• **What to do**
Repeat exactly the lines from the first line of the records through the line containing "surface: 'mid', plateThicknessMm: NPS6.wallMm", and nothing more.

Dataset entries
>>

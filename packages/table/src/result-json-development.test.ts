import { describe, expect, it } from 'vitest';
import { closeTemplate, layoutBranch, onDevelopmentSurface, type BranchLayout } from '@girth/unroll';
import { toResultJson } from './result-json.js';

const IN = 25.4;
// ASME B36.10M (recalled, REFERENCES.md): NPS 12 STD 12.750 x 0.375 in, NPS 6 STD 6.625 x 0.280 in.
const NPS12 = { odMm: 12.75 * IN, wallMm: 0.375 * IN, label: 'NPS 12 STD' };
const NPS6 = { odMm: 6.625 * IN, wallMm: 0.28 * IN, label: 'NPS 6 STD' };

describe('toResultJson: development surface and closed parts', () => {
  const layout = layoutBranch({ header: NPS12, branch: NPS6, angleDeg: 45 });
  const cut = closeTemplate(onDevelopmentSurface(layout.templates[0], { surface: 'mid', plateThicknessMm: NPS6.wallMm }), { stubMm: 300 });
  const result: BranchLayout = { ...layout, templates: [cut, layout.templates[1]] };

  it('states the surface, diameter, plate and rule, in the job unit (common practice: mid-thickness of a rolled plate)', () => {
    const json = toResultJson(result, { units: 'in' });
    const t = json.templates[0]!;
    expect(t.development?.surface).toBe('mid');
    expect(t.development?.diameter).toBeCloseTo(6.625 - 0.28, 6);
    expect(t.development?.od).toBeCloseTo(6.625, 6);
    expect(t.development?.plateThickness).toBeCloseTo(0.28, 6);
    expect(t.development?.rule).toMatch(/mid-thickness diameter 6\.345"/);
    expect(t.stretchOut).toBeCloseTo(Math.PI * (6.625 - 0.28), 5);
    expect(t.closedPart?.stub).toBeCloseTo(300 / IN, 6);
    expect(json.templates[1]!.development).toBeUndefined();
  });
});
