/**
 * @girth/table: station (ordinate) tables as text and CSV, and `toResultJson`,
 * the JSON result contract (see docs/contract.md for its stable fields).
 *
 * The public surface is this list, by name: modules inside may move or split
 * without changing it. Anything not named here is internal.
 *
 * @packageDocumentation
 * @module @girth/table
 */

export type {
  TableLengthFormat,
  StationTableOptions,
  StationTableTextOptions,
  ResultUnits,
  ResultJsonOptions,
  StationJson,
  TemplateJson,
  DevelopmentJson,
  PipeJson,
  WarningJson,
  ResultJson,
} from './types.js';
export { formatStationTable } from './format-station-table.js';
export { stationTableCsv } from './station-table-csv.js';
export { toResultJson, RESULT_DECIMALS } from './result-json.js';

<<

• **Response**
filename packages/table/src/result-json-development.test.ts
import { describe, expect, it } from 'vitest';
import { closeTemplate, layoutBranch, onDevelopmentSurface, type BranchLayout } from '@girth/unroll';
import { toResultJson } from './result-json.js';

const IN = 25.4;
// ASME B36.10M (recalled, REFERENCES.md): NPS 12 STD 12.750 x 0.375 in, NPS 6 STD 6.625 x 0.280 in.
const NPS12 = { odMm: 12.75 * IN, wallMm: 0.375 * IN, label: 'NPS 12 STD' };
const NPS6 = { odMm: 6.625 * IN, wallMm: 0.28 * IN, label: 'NPS 6 STD' };

describe('toResultJson: development surface and closed parts', () => {
  const layout = layoutBranch({ header: NPS12, branch: NPS6, angleDeg: 45 });
  const cut = closeTemplate(onDevelopmentSurface(layout.templates[0], { surface: 'mid', plateThicknessMm: NPS6.wallMm }), { stubMm: 300 });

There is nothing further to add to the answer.